For attachments, the file name used when saving it is the name of the attachment in the message. If there is no such name, or when saving non-attachment MIME-parts, a name is derived from the message-id of the message.

If you specify a regular express pattern as the second argument, all attachments with filenames matching that pattern will be extracted. The regular expressions are basic PCRE, and are case-sensitive by default; see pcre(3) for more details.

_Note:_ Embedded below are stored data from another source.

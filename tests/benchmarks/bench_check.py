"""What checking decisions costs against the bare simulation of the same decisions.

Run alone: ``python tests/benchmarks/bench_check.py [icarus] [verilator]``. The model is that of
the transistor-level tables in ``tests/data/latch_130n``; in Verilator a million decisions are
compared, exactly. The bare simulation plays the same stimulus from the same files to the same
compiled model with the same number of processes; checking adds the stimulus, the reference,
the comparison and the strata. Wall times, both in one run, on both processors; fit and
compilation count for neither. Bounds: checked decisions per second are at least 60 % of the
bare simulation's in Icarus, 40 % in Verilator, whose decision costs less than its comparison.
"""

from __future__ import annotations

import sys
import time
from collections.abc import Callable
from concurrent.futures import ThreadPoolExecutor
from dataclasses import dataclass
from pathlib import Path
from tempfile import TemporaryDirectory

sys.path.insert(0, str(Path(__file__).parents[2]))

from behavgen.check.blocks import play_batches, share_out
from behavgen.check.given import own_text
from behavgen.check.harness import harness_macros, top_text
from behavgen.check.runs import Batch, Run, plan_batches
from behavgen.check.simulation import IcarusSimulation, Simulation, VerilatorSimulation, play
from behavgen.emit.systemverilog import systemverilog
from behavgen.fit.fit import fit
from behavgen.model import ComparatorModel
from behavgen.project import load_project
from behavgen.simulators.icarus import find_icarus
from behavgen.simulators.verilator import find_verilator
from behavgen.tables.read import read_tables

JOBS = 2
PROJECT = Path(__file__).parents[1] / "data" / "latch_130n" / "behavgen.toml"
RUNS = ("tt, noise off, between", "tt, noise on", "ss, noise on, offset shifted", "tt, mismatch on",
        "ff, noise off, coldest", "delay off")  # fmt: skip
"""Of a check: enough to meet every effect, few enough to be built in a minute."""


@dataclass(frozen=True, slots=True, kw_only=True)
class Measured:
    """One simulator, and how it is measured; `least` is the bound."""

    make: Callable[[Path], Simulation]
    decisions: int
    least: float


ROUND_DECISIONS = 100_000
"""Compared at a time; each round has stimulus of its own."""

SIMULATORS = {
    "icarus": Measured(
        make=lambda w: IcarusSimulation(icarus=find_icarus(), work=w, logs=w),
        decisions=60_000, least=0.6,
    ),
    "verilator": Measured(
        make=lambda w: VerilatorSimulation(verilator=find_verilator(), work=w, logs=w),
        decisions=1_000_000, least=0.4,
    ),
}  # fmt: skip


def checked_s(
    simulation: Simulation, model: ComparatorModel, batches: tuple[Batch, ...], seed: int
) -> float:
    """Return the wall time of making, playing and comparing all blocks; all must agree."""
    begin = time.perf_counter()
    played = play_batches(simulation, own_text(model), batches, seed=seed, jobs=JOBS)
    wall_s = time.perf_counter() - begin
    assert not any(block.faults or block.problem for one in played for block in one.blocks)
    return wall_s


def bare_s(simulation: Simulation, batches: tuple[Batch, ...]) -> float:
    """Return the wall time of the simulator alone at the same stimulus."""

    def simulate(batch: Batch) -> None:
        first, last = batch.runs[0].index, batch.runs[-1].index
        assert simulation.simulate(f"bare_{batch.name}", *play(first, last)).code == 0

    begin = time.perf_counter()
    with ThreadPoolExecutor(max_workers=JOBS) as pool:
        list(pool.map(simulate, batches))
    return time.perf_counter() - begin


def runs_of(model: ComparatorModel, decisions: int) -> tuple[Run, ...]:
    """Return runs of blocks with a number of decisions in all, several of each kind."""
    plain = {run.name: run for run in plan_batches(model)[0].runs}
    each = -(-decisions // len(RUNS))
    return tuple(
        Run(index=n, name=name, given=plain[name].given, meant=plain[name].meant, decisions=each)
        for n, name in enumerate(RUNS)
    )


def holds(one: Measured, model: ComparatorModel, folder: Path) -> bool:
    """Print one simulator's figures; return whether its bound holds."""
    simulation = one.make(folder)
    rounds = -(-one.decisions // ROUND_DECISIONS)
    runs, text = runs_of(model, one.decisions // rounds), systemverilog(model).text
    batches = share_out(Batch(name="blocks", plusargs=(), runs=runs), len(runs))
    top, macros = top_text(model, runs), harness_macros(model, text)
    assert simulation.compile(model.cell.name, text, top, macros).code == 0
    times = [
        (checked_s(simulation, model, batches, seed), bare_s(simulation, batches))
        for seed in range(1, rounds + 1)
    ]
    check, bare = sum(c for c, _ in times), sum(b for _, b in times)
    count, share = rounds * sum(run.decisions for run in runs), bare / check
    print(f"{simulation.version}: {count} decisions compared, all agree")
    print(f"  checked {count / check:9.0f} per second, bare {count / bare:9.0f} per second")
    print(f"  share {share:.2f}, at least {one.least:g}", flush=True)
    return share >= one.least


def main(names: list[str]) -> int:
    """Print the figures; return 1 when a bound is broken."""
    model = fit(read_tables(load_project(PROJECT), "latch_130n"))
    held = []
    for name in names or list(SIMULATORS):
        with TemporaryDirectory() as folder:
            held.append(holds(SIMULATORS[name], model, Path(folder).resolve()))
    return int(not all(held))


if __name__ == "__main__":
    sys.exit(main(sys.argv[1:]))
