"""What ``behavgen --help`` costs, relative to a bare interpreter.

Prints the ratio of CPU times, medians of runs taken in turn; fails above the
bound. Run it as a script.
"""

from __future__ import annotations

import os
import statistics
import sys
from pathlib import Path

ROOT = Path(__file__).parents[2]
RUNS = 15
BOUND = 4.0
# Both start alike: no user site, no variables from outside.
INTERPRETER = (sys.executable, "-E", "-s")
BARE = (*INTERPRETER, "-c", "pass")
HELP = (*INTERPRETER, "-m", "behavgen", "--help")


def cpu_time_s(command: tuple[str, ...]) -> float:
    """Return user and system time of one run of `command`, s."""
    quiet = (os.POSIX_SPAWN_OPEN, 1, os.devnull, os.O_WRONLY, 0)
    child = os.posix_spawn(command[0], command, os.environ, file_actions=[quiet])
    _, status, usage = os.wait4(child, 0)
    if status != 0:
        sys.exit(f"{' '.join(command)} failed with status {os.waitstatus_to_exitcode(status)}")
    return usage.ru_utime + usage.ru_stime


def main() -> None:
    """Measure, print, judge."""
    os.chdir(ROOT)
    for command in (BARE, HELP):  # compiled files and disk caches
        cpu_time_s(command)
    pairs = [(cpu_time_s(BARE), cpu_time_s(HELP)) for _ in range(RUNS)]
    bare_s, help_s = (statistics.median(times) for times in zip(*pairs, strict=True))
    ratio = help_s / bare_s
    print(
        f"startup: behavgen --help {help_s * 1e3:.0f} ms, bare interpreter {bare_s * 1e3:.0f} ms, "
        f"ratio {ratio:.2f}, at most {BOUND:g}"
    )
    sys.exit(ratio > BOUND)


if __name__ == "__main__":
    main()
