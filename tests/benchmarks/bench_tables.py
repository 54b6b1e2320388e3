"""What reading large tables costs, against a bare read by polars, and in memory.

Run alone: ``python tests/benchmarks/bench_tables.py [ROWS]``, ten million rows unless
said otherwise; the tables are invented and written into a temporary folder.
Bounds: at most twice the processor time of a bare read of all cells, and at most
1.5 GiB at the peak (at ten million rows). Delays in no order at all are measured beside:
only for them must every row be compared with every other. Each figure is the lowest of
three processes'.
"""

from __future__ import annotations

import multiprocessing
import subprocess
import sys
from concurrent.futures import ProcessPoolExecutor
from pathlib import Path
from tempfile import TemporaryDirectory

import numpy as np
import polars as pl

ROWS = 10_000_000
MOST_RATIO = 2.0
MOST_GIB = 1.5
MEASURED = """
import resource, sys
{work}
used = resource.getrusage(resource.RUSAGE_SELF)
print(used.ru_utime + used.ru_stime, used.ru_maxrss / 1024**2)
"""
BARE = MEASURED.format(work="import polars as pl\npl.read_csv(sys.argv[1])")
OURS = MEASURED.format(
    work="""
from pathlib import Path
from behavgen.project import load_project
from behavgen.tables.read import read_tables
read_tables(load_project(Path(sys.argv[1]).parent), "latch")
"""
)


def noise_bits(rows):
    """Return single decisions at a few levels: two columns, few distinct values."""
    random = np.random.default_rng(11)
    levels_v = np.round(np.linspace(-1e-3, 1e-3, 21), 6)
    return pl.DataFrame(
        {"vdiff": random.choice(levels_v, rows), "bit": random.integers(0, 2, rows)}
    )


def noise_bits_over_conditions(rows):
    """Return single decisions at nine conditions."""
    random = np.random.default_rng(12)
    return noise_bits(rows).select(
        pl.Series("vdd", random.choice([1.62, 1.8, 1.98], rows)),
        pl.Series("temp", random.choice([-40, 27, 125], rows)),
        "vdiff",
        "bit",
    )


def delays(rows):
    """Return delays as a sweep gives them, at two supplies, every row another."""
    overdrive_v = np.tile(np.geomspace(1e-6, 0.1, rows // 2), 2)
    delay_s = 20e-12 * np.log(0.8 / overdrive_v) + 20e-12
    return pl.DataFrame(
        {
            "vdd": np.repeat([1.0, 1.2], rows // 2),
            "overdrive": pl.Series([f"{v:.9g}" for v in overdrive_v]),
            "delay": pl.Series([f"{t:.6g}" for t in delay_s]),
        }
    )


def measured(script, file):
    """Return processor seconds, which a busy machine does not stretch, and peak GiB."""
    command = [sys.executable, "-c", script, str(file)]
    said = [
        subprocess.run(command, capture_output=True, text=True, check=True).stdout.split()
        for _ in range(3)
    ]
    return min(float(s) for s, _ in said), min(float(gib) for _, gib in said)


def delays_in_any_order(rows):
    """Return the same rows shuffled."""
    return delays(rows).sample(fraction=1.0, shuffle=True, seed=13)


def write_table(made, rows, file):
    """Write an invented table."""
    made(rows).write_csv(file)


def compared(folder, quantity, made, rows):
    """Print what one table costs; return whether it stays within the bounds."""
    file = folder / "table.csv"
    # By a process of its own: those measured count the peak of the one that begins them.
    with ProcessPoolExecutor(1, mp_context=multiprocessing.get_context("spawn")) as pool:
        pool.submit(write_table, made, rows, file).result()
    (folder / "behavgen.toml").write_text(
        f'[[cells.latch.tables]]\nquantity = "{quantity}"\nfile = "table.csv"\n', encoding="utf-8"
    )
    (bare_s, bare_gib), (ours_s, ours_gib) = measured(BARE, file), measured(OURS, file)
    print(
        f"{quantity}, {rows} rows, {file.stat().st_size / 1e6:.0f} MB: {ours_s:.2f} s against "
        f"{bare_s:.2f} s of a bare read ({ours_s / bare_s:.2f} times, at most {MOST_RATIO:g}); "
        f"peak {ours_gib:.2f} GiB against {bare_gib:.2f} GiB (at most {MOST_GIB:g})"
    )
    return ours_s <= MOST_RATIO * bare_s and ours_gib <= MOST_GIB


def main():
    rows = int(sys.argv[1]) if len(sys.argv) > 1 else ROWS
    cases = (("noise", noise_bits), ("noise", noise_bits_over_conditions), ("delay", delays))
    with TemporaryDirectory() as folder:
        passed = [compared(Path(folder), quantity, made, rows) for quantity, made in cases]
        compared(Path(folder), "delay", delays_in_any_order, rows)
    return 0 if all(passed) else 1


if __name__ == "__main__":
    sys.exit(main())
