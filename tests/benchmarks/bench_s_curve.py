"""What fitting many S-curves at once gains over a loop with a general package.

Prints times per curve and their ratio, medians of runs taken in turn; fails
below the bound. Run it as a script.
"""

from __future__ import annotations

import statistics
import sys
import time
from collections.abc import Callable
from pathlib import Path

import numpy as np
import statsmodels.api as sm
from scipy.special import ndtr

sys.path.insert(0, str(Path(__file__).parents[2]))

from behavgen.fit.s_curve import fit_s_curves
from behavgen.fit.s_curve_identification import identify
from behavgen.fit.s_curve_likelihood import Rows, maximise

CURVES, LEVELS, TRIALS = 2000, 7, 200
LOOPED = 60
RUNS = 9
BOUND = 300.0


def example(curves: int) -> tuple[np.ndarray, ...]:
    """Return rows of invented S-curves: levels, trials, ones, curve."""
    rng = np.random.default_rng(2000)
    offset_v, sigma_v = rng.normal(0.0, 2e-3, curves), rng.uniform(3e-4, 1e-3, curves)
    z = np.linspace(-1.2e-3, 1.2e-3, LEVELS) / sigma_v[:, None]
    vdiff_v = offset_v[:, None] + z * sigma_v[:, None]
    trials = np.full(vdiff_v.shape, TRIALS)
    curve = np.repeat(np.arange(curves), LEVELS)
    return vdiff_v.ravel(), trials.ravel(), rng.binomial(trials, ndtr(z)).ravel(), curve


def per_curve_s(work: Callable[[], object], curves: int) -> float:
    """Return the time of one run over the number of curves, s."""
    start = time.perf_counter()
    work()
    return (time.perf_counter() - start) / curves


def loop(vdiff_v: np.ndarray, trials: np.ndarray, ones: np.ndarray) -> None:
    """Fit the first curves one by one: generalised linear model, probit link."""
    family = sm.families.Binomial(link=sm.families.links.Probit())
    for i in range(LOOPED):
        rows = slice(i * LEVELS, (i + 1) * LEVELS)
        counts = np.column_stack([ones[rows], trials[rows] - ones[rows]])
        sm.GLM(counts, sm.add_constant(vdiff_v[rows]), family=family).fit()


def main() -> None:
    """Measure, print, judge."""
    vdiff_v, trials, ones, curve = example(CURVES)
    rows = Rows(
        vdiff_v=vdiff_v,
        ones=ones.astype(float),
        zeros=(trials - ones).astype(float),
        curve=curve,
        curves=CURVES,
    )
    works: dict[str, tuple[Callable[[], object], int]] = {
        "loop": (lambda: loop(vdiff_v, trials, ones), LOOPED),
        "identify": (lambda: identify(rows), CURVES),
        "maximise": (lambda: maximise(rows), CURVES),
        "all": (lambda: fit_s_curves(vdiff_v, trials, ones, curve), CURVES),
    }
    times = [{name: per_curve_s(*work) for name, work in works.items()} for _ in range(RUNS)]
    median = {name: statistics.median(run[name] for run in times) for name in works}
    fit_s = median["identify"] + median["maximise"]
    print(f"{CURVES} curves of {LEVELS} levels, {TRIALS} decisions each; us a curve")
    print(f"  loop over a general package, estimates   {1e6 * median['loop']:9.1f}")
    print(f"  identification and estimates             {1e6 * fit_s:9.2f}")
    print(f"  intervals and goodness of fit            {1e6 * (median['all'] - fit_s):9.2f}")
    ratio = median["loop"] / fit_s
    print(f"ratio of estimates {ratio:.0f}, with intervals {median['loop'] / median['all']:.0f}")
    if ratio < BOUND:
        sys.exit(f"slower than {BOUND:.0f} times the loop")


if __name__ == "__main__":
    main()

Without any options, mu extract simply outputs the list of leaf MIME-parts in the message. Only 'leaf' MIME-parts (including RFC822 attachments) are considered, multipart/* etc. are ignored.

EXTRACT OPTIONS

-a, --save-attachments

save all MIME-parts that look like attachments.

--save-all

save all non-multipart MIME-parts.

--parts=<parts>

only consider the following numbered parts (comma-separated list). The numbers for the parts can be seen from running mu extract without any options but only the message file.

--target-dir=<dir>

save the parts in the target directory rather than the current working directory.

--overwrite

overwrite existing files with the same name; by default overwriting is not allowed.

-u,--uncooked

by default, mu transforms the attachment filenames a bit (such as by replacing spaces by dashes); with this option, leave that to the minimum for creating a legal filename in the target directory.

--play

Try to 'play' (open) the attachment with the default application for the particular file type. On MacOS, this uses the open program, on other platforms it uses xdg-open. You can choose a different program by setting the MUPLAYPROGRAM environment variable.

COMMON OPTIONS

-d, --debug

makes mu generate extra debug information, useful for debugging the program itself. By default, debug information goes to the log file, ~/.cache/mu/mu.log. It can safely be deleted when mu is not running. When running with --debug option, the log file can grow rather quickly. See the note on logging below.

-q, --quiet

causes mu not to output informational messages and progress information to standard output, but only to the log file. Error messages will still be sent to standard error. Note that mu index is much faster with --quiet, so it is recommended you use this option when using mu from scripts etc.

--log-stderr

causes mu to not output log messages to standard error, in addition to sending them to the log file.

--nocolor

do not use ANSI colors. The environment variable NOCOLOR can be used as an alternative to --nocolor.

-V, --version

prints mu version and copyright information.

-h, --help

lists the various command line options.

EXAMPLES

To display information about all the MIME-parts in a message file:

$ mu extract msgfile

To extract MIME-part 3 and 4 from this message, overwriting existing files with the same name:

$ mu extract --parts=3,4 --overwrite msgfile

To extract all files ending in '.jpg' (case-insensitive):

$ mu extract msgfile '.*.jpg'

To extract an mp3-file, and play it in the default mp3-playing application:

$ mu extract --play msgfile 'whoopsididitagain.mp3'

REPORTING BUGS

Please report bugs at https://github.com/djcb/mu/issues.

AUTHOR

Dirk-Jan C. Binnema <djcb@djcbsoftware.nl>

COPYRIGHT

This manpage is part of mu 1.10.8.

Copyright © 2022-2023 Dirk-Jan C. Binnema. License GPLv3+: GNU GPL version 3 or later https://gnu.org/licenses/gpl.html. This is free software: you are free to change and redistribute it. There is NO WARRANTY, to the extent permitted by law.

SEE ALSO

mu(1)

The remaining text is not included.